Once congressional hearings have outlined the scale of the challenge, it is essential to turn to the sources of our enemies’ strategic thinking and doctrine. Doing so will be controversial, but it is vital to understand the motivations and assumptions of the radical Islamist movement.
On Feb. 22, 1946, U.S. attaché to Moscow George Kennan sent what became known as the “Long Telegram.” In 8,000 words, he outlined the nature of Soviet Union communism with clarity and force. His analysis shaped much of the American transition to a policy of containing the Soviet Union. It is a tragedy, if not a scandal, that nearly 14 years after 9/11, we are still in need of an equivalent “Long Telegram” about the nature of radical Islamism.

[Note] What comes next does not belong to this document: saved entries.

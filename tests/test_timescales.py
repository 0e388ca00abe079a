"""Tests for engine.timescales and engine.sidereal: UT1, TT, Julian dates, sidereal time.

References: Meeus, *Astronomical Algorithms* (2nd ed., 1998), ch. 12; the IERS tables and
IERS Bulletin C; ERFA called directly; astropy and skyfield as independent implementations.
"""

from __future__ import annotations

import datetime as dt
import zoneinfo

import erfa
import numpy as np
import pytest

from skyplan import notices
from skyplan.engine import sidereal, timescales
from skyplan.engine.ephemeris import configure_astropy_offline, timescale

configure_astropy_offline()

DAY_S = 86400.0


def unix_of(text: str) -> float:
    """POSIX seconds of an ISO 8601 UTC instant."""
    return dt.datetime.fromisoformat(text).replace(tzinfo=dt.UTC).timestamp()


def astropy_time(unix):
    """An astropy Time for POSIX instants, built from calendar fields.

    astropy's own "unix" format is not POSIX time on leap-second days (its documentation says
    so), so the instants go through datetime64, which astropy reads as UTC calendar time.
    """
    from astropy.time import Time

    micro = np.round(np.asarray(unix, dtype=float) * 1e6).astype("int64")
    return Time(micro.astype("datetime64[us]"), scale="utc")


def hms_seconds(rad) -> np.ndarray:
    """An angle in radians as seconds of time within its day."""
    return (np.degrees(np.asarray(rad)) % 360.0) / 15.0 * 3600.0


def wrap_arcsec(a_deg, b_deg) -> np.ndarray:
    return np.abs((np.asarray(a_deg) - np.asarray(b_deg) + 180.0) % 360.0 - 180.0) * 3600.0


@pytest.fixture(scope="module")
def instants() -> np.ndarray:
    """1,000 seeded instants across the bundled IERS table, with three leap-second days."""
    rng = np.random.default_rng(19870410)
    eo = timescales.earth_orientation()
    first = (eo.mjd[0] + 1 - 40587.0) * DAY_S
    last = (eo.mjd[-1] - 1 - 40587.0) * DAY_S
    leap_days = [unix_of(s) for s in ("2012-06-30T23:46:40", "2015-06-30T23:59:59",
                                      "2016-12-31T18:00:00")]
    return np.round(np.concatenate([rng.uniform(first, last, 997), leap_days]), 3)


# ------------------------------------------------ the IERS table


def astropy_iers_column(name: str, unit: str | None = None) -> np.ndarray:
    """One column of astropy's reading of the bundled finals2000A.all."""
    from astropy.utils import iers

    col = iers.earth_orientation_table.get()[name]
    return np.asarray(col.to_value(unit) if unit else col)


def test_iers_table_read_like_astropy_reads_it() -> None:
    # Reference: astropy's own reader of the same finals2000A.all (columns per the IERS
    # ReadMe.finals2000A): every date, UT1−UTC and pole coordinate of Bulletin A must match.
    ut1 = astropy_iers_column("UT1_UTC_A", "s")
    keep = np.isfinite(ut1)
    mjd = astropy_iers_column("MJD", "d")[keep]
    eo = timescales.earth_orientation()
    assert np.array_equal(mjd, eo.mjd)
    assert np.array_equal(ut1[keep], eo.dut1_s)
    assert np.array_equal(astropy_iers_column("PM_x_A", "arcsec")[keep], eo.xp_arcsec)
    assert np.array_equal(astropy_iers_column("PM_y_A", "arcsec")[keep], eo.yp_arcsec)
    measured = mjd[astropy_iers_column("UT1Flag_A")[keep] == "I"]
    assert eo.last_observed_mjd == measured.max()


# ------------------------------------------------ TAI, TT, UTC


@pytest.mark.parametrize(
    ("when", "tai_utc"),
    [
        # IERS Bulletin C leap-second history (from memory): 10 s from 1972 January 1,
        # 23 s from 1985 July 1, 36 s from 2015 July 1, 37 s from 2017 January 1.
        ("1972-01-01T00:00:00", 10.0),
        ("1987-04-10T19:21:00", 23.0),
        ("2016-12-31T23:59:59", 36.0),
        ("2017-01-01T00:00:00", 37.0),
        ("2026-12-18T21:00:00", 37.0),
    ],
)
def test_tai_minus_utc_bulletin_c(when: str, tai_utc: float) -> None:
    assert float(timescales.tai_minus_utc_s(np.array(unix_of(when)))) == tai_utc


def test_tt_and_utc_julian_dates_against_astropy(instants: np.ndarray) -> None:
    # Reference: astropy Time (UTC → TAI → TT, IAU 1991 TT = TAI + 32.184 s).  Agreement to
    # 2 µs: the limit of a two-part Julian date summed in float64 is about 40 µs, but the
    # parts are compared separately here.
    t = astropy_time(instants)
    tt1, tt2 = timescales.jd_tt(instants)
    assert np.abs(((tt1 - t.tt.jd1) + (tt2 - t.tt.jd2)) * DAY_S).max() < 2e-6
    u1, u2 = timescales.jd_utc(instants)
    assert np.abs(((u1 - t.jd1) + (u2 - t.jd2)) * DAY_S).max() < 2e-6


def test_jd_utc_is_erfa_quasi_jd_on_a_leap_second_day() -> None:
    # Reference: ERFA eraDtf2d, which gives the quasi-JD of a calendar UTC time (a day ending
    # in a leap second is 86401 s long).  2012 June 30 ended with a leap second (Bulletin C 43,
    # from memory).
    for hms in ((0, 0, 0.0), (12, 0, 0.0), (23, 46, 40.0), (23, 59, 59.0)):
        ref1, ref2 = erfa.dtf2d("UTC", 2012, 6, 30, *hms)
        unix = unix_of(f"2012-06-30T{hms[0]:02d}:{hms[1]:02d}:{hms[2]:06.3f}")
        j1, j2 = timescales.jd_utc(np.array(unix))
        assert abs((float(j1) - ref1) + (float(j2) - ref2)) * DAY_S < 1e-6


# ------------------------------------------------ UT1


def test_dut1_against_skyfield_and_astropy(instants: np.ndarray) -> None:
    # skyfield builds its UT1 from the same Bulletin A column (through ΔT = TT − UT1, which is
    # continuous across leap seconds): agreement to 1 µs.
    ts = timescale()
    t = ts.from_datetimes([dt.datetime.fromtimestamp(u, dt.UTC) for u in instants])
    ours = timescales.dut1_s(instants)
    assert np.abs(ours - t.dut1).max() < 1e-6
    # astropy prefers the final Bulletin B values where the file has them; the bound is the
    # largest A−B difference in the table (a few ms for the 1970s and 1980s) plus 0.1 ms.
    a_minus_b = np.nanmax(
        np.abs(astropy_iers_column("UT1_UTC_A", "s") - astropy_iers_column("UT1_UTC_B", "s")))
    assert np.abs(ours - astropy_time(instants).delta_ut1_utc).max() < a_minus_b + 1e-4
    assert a_minus_b < 0.01


def test_ut1_runs_on_through_a_leap_second() -> None:
    # IERS Bulletin C 52 (from memory): a leap second was inserted at the end of 2016
    # December 31, so POSIX 23:59:59 and 00:00:00 are 2 SI seconds apart and UT1 advances by
    # 2 s (less a few µs of Earth rotation rate) across them.  Reference for the value:
    # astropy's UT1, which handles the step in UT1−UTC itself (agreement to 0.1 ms).
    before, after = unix_of("2016-12-31T23:59:59"), unix_of("2017-01-01T00:00:00")
    b1, b2 = timescales.jd_ut1(np.array(before))
    a1, a2 = timescales.jd_ut1(np.array(after))
    assert abs(((a1 - b1) + (a2 - b2)) * DAY_S - 2.0) < 1e-4
    probes = np.array([before - 6 * 3600, before, after])
    assert np.abs(timescales.dut1_s(probes) - astropy_time(probes).delta_ut1_utc).max() < 1e-4


def test_dut1_beyond_the_table_is_held_with_a_notice() -> None:
    # The documented behaviour past the end of the predictions: the last predicted value,
    # and one notice line for the user.
    eo = timescales.earth_orientation()
    notices.take()
    late = (eo.last_mjd + 400 - 40587.0) * DAY_S
    assert float(timescales.dut1_s(np.array(late))) == pytest.approx(eo.dut1_s[-1], abs=1e-9)
    said = notices.take()
    assert len(said) == 1 and "beyond the bundled IERS table" in said[0]


# ------------------------------------------------ sidereal time


# Meeus (1998), example 12.a: 1987 April 10, 0h UT; example 12.b: 19h21m00s UT.
MEEUS_JD = 2446895.5
MEEUS_12A_MEAN_S = 13 * 3600 + 10 * 60 + 46.3668  # 13h10m46.3668s
MEEUS_12A_APPARENT_S = 13 * 3600 + 10 * 60 + 46.1351  # 13h10m46.1351s (from memory)
MEEUS_12B_FRACTION = (19 * 3600 + 21 * 60) / DAY_S
MEEUS_12B_MEAN_S = 8 * 3600 + 34 * 60 + 57.0896  # 8h34m57.0896s (from memory)


def test_meeus_12a_12b_book_formula() -> None:
    # The book's eq. 12.4 is the IAU 1982 GMST (Aoki et al. 1982), ERFA eraGmst82; the book's
    # UT is UT1.  Agreement to the printed 0.0001 s confirms the example values recalled.
    got_a = hms_seconds(erfa.gmst82(MEEUS_JD, 0.0))
    got_b = hms_seconds(erfa.gmst82(MEEUS_JD, MEEUS_12B_FRACTION))
    # half a unit of the printed last place, plus 0.01 ms for float rounding
    assert abs(got_a - MEEUS_12A_MEAN_S) < 0.00006
    assert abs(got_b - MEEUS_12B_MEAN_S) < 0.00006


def _utc_for_ut1(ut1_unix: float) -> float:
    """The UTC instant (POSIX) whose UT1 is ``ut1_unix``, by fixed-point iteration."""
    unix = ut1_unix
    for _ in range(3):
        unix = ut1_unix - float(timescales.dut1_s(np.array(unix)))
    return unix


@pytest.mark.parametrize(
    ("fraction", "mean_s"), [(0.0, MEEUS_12A_MEAN_S), (MEEUS_12B_FRACTION, MEEUS_12B_MEAN_S)]
)
def test_meeus_12_through_the_engine(fraction: float, mean_s: float) -> None:
    # Meeus ex. 12.a/12.b with the book's UT taken as UT1: the engine takes UTC and the IERS
    # UT1−UTC (−0.29 s then), so the UTC instant is solved for.  The engine's GMST is the
    # IAU 2006 one (Capitaine et al. 2003); it differs from the book's IAU 1982 expression by
    # 0.97 ms at J2000 plus the precession-rate correction since: +3.3 ms in 1987 (measured
    # with ERFA eraGmst06 − eraGmst82).  Tolerance 4 ms of time (0.06″).
    ut1_unix = (MEEUS_JD - timescales.UNIX_EPOCH_JD + fraction) * DAY_S
    unix = np.array(_utc_for_ut1(ut1_unix))
    j1, j2 = timescales.jd_ut1(unix)
    assert abs(((j1 - MEEUS_JD) + (j2 - fraction)) * DAY_S) < 1e-6
    assert abs(hms_seconds(timescales.gmst_rad(unix)) - mean_s) < 0.004


def test_meeus_12a_apparent_through_the_engine() -> None:
    # Meeus ex. 12.a apparent sidereal time, 13h10m46.1351s (from memory): the book adds
    # Δψ cos ε from the IAU 1980 nutation; the engine uses IAU 2006/2000A.  Residual: the
    # 3.3 ms of the mean time above plus < 1 ms of nutation model; tolerance 5 ms (0.075″).
    unix = np.array(_utc_for_ut1((MEEUS_JD - timescales.UNIX_EPOCH_JD) * DAY_S))
    assert abs(hms_seconds(timescales.gast_rad(unix)) - MEEUS_12A_APPARENT_S) < 0.005


def test_sidereal_time_against_skyfield_and_astropy(instants: np.ndarray) -> None:
    ts = timescale()
    t_sf = ts.from_datetimes([dt.datetime.fromtimestamp(u, dt.UTC) for u in instants])
    gmst = np.degrees(timescales.gmst_rad(instants))
    gast = np.degrees(timescales.gast_rad(instants))
    era = np.degrees(timescales.era_rad(instants))
    # skyfield: same UT1 table, same IAU 2006 GMST polynomial, IAU 2000A equation of the
    # equinoxes: measured 0.00003″; asserted 0.001″.
    assert wrap_arcsec(gmst, t_sf.gmst * 15.0).max() < 0.001
    assert wrap_arcsec(gast, t_sf.gast * 15.0).max() < 0.001
    # astropy: same ERFA routines, but UT1 from Bulletin B where the file has it (up to 5.8 ms
    # of UT1 in 1974 = 0.087″; measured 0.078″): asserted 0.15″.
    t_ap = astropy_time(instants)
    assert wrap_arcsec(gmst, t_ap.sidereal_time("mean", "greenwich", "IAU2006").deg).max() < 0.15
    assert wrap_arcsec(
        gast, t_ap.sidereal_time("apparent", "greenwich", "IAU2006A").deg).max() < 0.15
    assert wrap_arcsec(era, t_ap.earth_rotation_angle(0.0).deg).max() < 0.15


# ------------------------------------------------ the clock


def test_clock_reading_against_erfa_and_astropy() -> None:
    # References: ERFA eraUtctai/eraTaitt/eraUtcut1/eraEra00/eraGmst06/eraGst06a called
    # directly, with UT1−UTC interpolated here in astropy's reading of the Bulletin A column;
    # local sidereal time = Greenwich + east longitude (Meeus 1998, ch. 12); the local civil
    # time from the IANA zone rules (zoneinfo).
    zone = zoneinfo.ZoneInfo("Pacific/Auckland")
    unix = unix_of("2025-01-15T08:30:12.250")
    lon = 174.7762
    r = sidereal.clock_reading(unix, lon, zone)
    u1, u2 = erfa.dtf2d("UTC", 2025, 1, 15, 8, 30, 12.25)
    dut1 = float(np.interp(u1 + u2 - 2400000.5, astropy_iers_column("MJD", "d"),
                           astropy_iers_column("UT1_UTC_A", "s")))
    tt1, tt2 = erfa.taitt(*erfa.utctai(u1, u2))
    ut1, ut2 = erfa.utcut1(u1, u2, dut1)
    assert r.dut1_s == pytest.approx(dut1, abs=1e-9)
    # astropy's own UT1−UTC uses the final Bulletin B value here: 24 µs away
    assert r.dut1_s == pytest.approx(float(astropy_time([unix]).delta_ut1_utc[0]), abs=1e-4)
    assert r.tai_utc_s == 37.0
    assert (r.jd_tt - (tt1 + tt2)) * DAY_S == pytest.approx(0.0, abs=1e-4)
    assert (r.jd_ut1 - (ut1 + ut2)) * DAY_S == pytest.approx(0.0, abs=1e-4)
    assert r.mjd_utc == pytest.approx(u1 + u2 - 2400000.5, abs=1e-9)
    assert wrap_arcsec(r.era_deg, np.degrees(erfa.era00(ut1, ut2))) < 1e-4
    assert wrap_arcsec(r.gmst_deg, np.degrees(erfa.gmst06(ut1, ut2, tt1, tt2))) < 1e-4
    assert wrap_arcsec(r.gast_deg, np.degrees(erfa.gst06a(ut1, ut2, tt1, tt2))) < 1e-4
    assert wrap_arcsec(r.lmst_deg, r.gmst_deg + lon) < 1e-6
    assert wrap_arcsec(r.last_deg, r.gast_deg + lon) < 1e-6
    # New Zealand daylight time (UTC+13) in January
    assert r.local_time == "2025-01-15T21:30:12+13:00"
    assert r.utc == "2025-01-15T08:30:12.250Z"
    assert r.zone == "Pacific/Auckland"


def test_iers_reader_refuses_a_damaged_flag_and_names_its_line() -> None:
    """A record whose I/P flag (column 58, IERS ReadMe.finals2000A) is damaged: skyfield's
    reader still takes its numbers, so the check is ours, and it names the line."""
    raw = bytearray(timescales.iers_finals_path().read_bytes())
    raw[188 * 100 + 57] = ord("X")  # the flag of line 101 (187 characters and a line feed)
    with pytest.raises(ValueError, match="line 101"):
        timescales._parse_finals(bytes(raw), "t")


def test_iers_reader_gives_astropys_numbers() -> None:
    """Every UT1−UTC and pole value of the bundled table, against astropy's own reading of
    the same file (astropy.utils.iers.IERS_A, its Bulletin A columns, which are the ones we
    read; astropy's plain UT1_UTC prefers Bulletin B where the file has it)."""
    from astropy.utils.iers import IERS_A

    ours = timescales.earth_orientation()
    theirs = IERS_A.open(str(timescales.iers_finals_path()))
    mjd = np.asarray(theirs["MJD"].value)
    keep = np.isin(mjd, ours.mjd)
    order = np.searchsorted(ours.mjd, mjd[keep])
    np.testing.assert_array_equal(ours.dut1_s[order], np.asarray(theirs["UT1_UTC_A"].value)[keep])
    np.testing.assert_array_equal(ours.xp_arcsec[order], np.asarray(theirs["PM_x_A"].value)[keep])
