"""The whole ``windows`` command against the memory rule of issue 15: peak memory at most
3 x the catalogue's size + 200 MiB (docs/performance.md, "The whole command's memory").

The rule is checked on the peak resident memory (``VmHWM``), which counts the pages of the
shared libraries the process maps as well as its own memory; the peak of its own
(anonymous) memory, which is never larger, is reported beside it (tests/memorypeak.py).
Each command runs in a child process from the interpreter start to the end of its work;
the inputs are invented and written here.
"""

from __future__ import annotations

import sys
from pathlib import Path

import numpy as np
import pytest
from inventedrows import sexagesimal_lines
from memorypeak import MIB, measure

pytestmark = pytest.mark.skipif(not Path("/proc/self/clear_refs").exists(),
                                reason="the peak is read from Linux's /proc")

SITE = "38.2,-2.9,1300"


def _plain(path: Path, rows: int) -> None:
    """name, ra, dec in decimal degrees (random, seeded)."""
    rng = np.random.default_rng(rows)
    ra = np.char.mod("%.5f", rng.uniform(0.0, 359.99999, rows))
    dec = np.char.mod("%.5f", np.degrees(np.arcsin(rng.uniform(-1.0, 1.0, rows))))
    line = np.char.add(np.char.add(np.char.add(np.char.add(
        np.char.add("T", np.arange(rows).astype(str)), ","), ra), ","), dec)
    path.write_text("name,ra,dec\n" + "\n".join(line.tolist()) + "\n")


def _sexagesimal(path: Path, rows: int) -> None:
    """name, ra as hours ``05:35:17.3``, dec as degrees ``-05:23:28`` (random, seeded)."""
    line = sexagesimal_lines(np.random.default_rng(rows), 0, rows)
    path.write_text("name,ra,dec\n" + "\n".join(line.tolist()) + "\n")


@pytest.mark.parametrize(("kind", "rows"), [
    ("plain", 33_000),  # 0.9 MB: a fresh install once peaked at 235 MiB (allowed: 202)
    ("plain", 100_000),  # 2.6 MB: 242 MiB once (allowed: 207)
    ("sexagesimal", 200_000),  # 5.7 MB: 242 MiB (allowed: 216)
])
def test_the_windows_command_keeps_to_the_memory_rule(
    tmp_path: Path, kind: str, rows: int
) -> None:
    path = tmp_path / f"{kind}.csv"
    (_plain if kind == "plain" else _sexagesimal)(path, rows)
    out = tmp_path / "windows.csv"
    run = measure(sys.executable, ["-m", "skyplan", "windows", str(path), "--site", SITE,
                                   "--date", "2026-12-18", "-f", "csv", "--out", str(out),
                                   "--quiet"])
    assert run.status == 0, run.stderr
    with out.open("rb") as written:
        assert sum(1 for _ in written) == rows + 1  # the header and a record per target
    goal = 3 * path.stat().st_size + 200 * MIB
    said = (f"{rows} rows, {path.stat().st_size / 1e6:.1f} MB, allowed {goal / MIB:.0f} MiB: "
            f"{run.describe()}; margin {(goal - run.resident) / MIB:.0f} MiB resident, "
            f"{(goal - run.private) / MIB:.0f} MiB private")
    assert run.resident <= goal, said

The terrorists are immersed in Islamic history and doctrine. It is extraordinary that the political correctness of Western elites has discouraged the study of what inspires those who dream of slaughtering us. Congress should hold hearings on the historic patterns, doctrines and principles that drive the radical Islamists. No doubt these facts will make some of our elites uncomfortable. They should. We must understand the deep roots of Islamist beliefs, like the practice of beheading, if we are going to combat them.
Finally, having held hearings on the enemy and its thinking, Congress must hold hearings on strategies for achieving victory. Once the hearings are complete, preferably this year, Congress should form a commission of the wisest witnesses it heard and charge them with designing a national strategy for winning the global war against radical Islamists. If the current administration doesn’t embrace the strategy, then it can become part of the 2016 presidential campaign: Who wants to get America on offense, with a coherent and intelligible strategy, against those who would destroy us?
Mr. Gingrich, a CNN contributor, is a former speaker of the U.S. House of Representatives.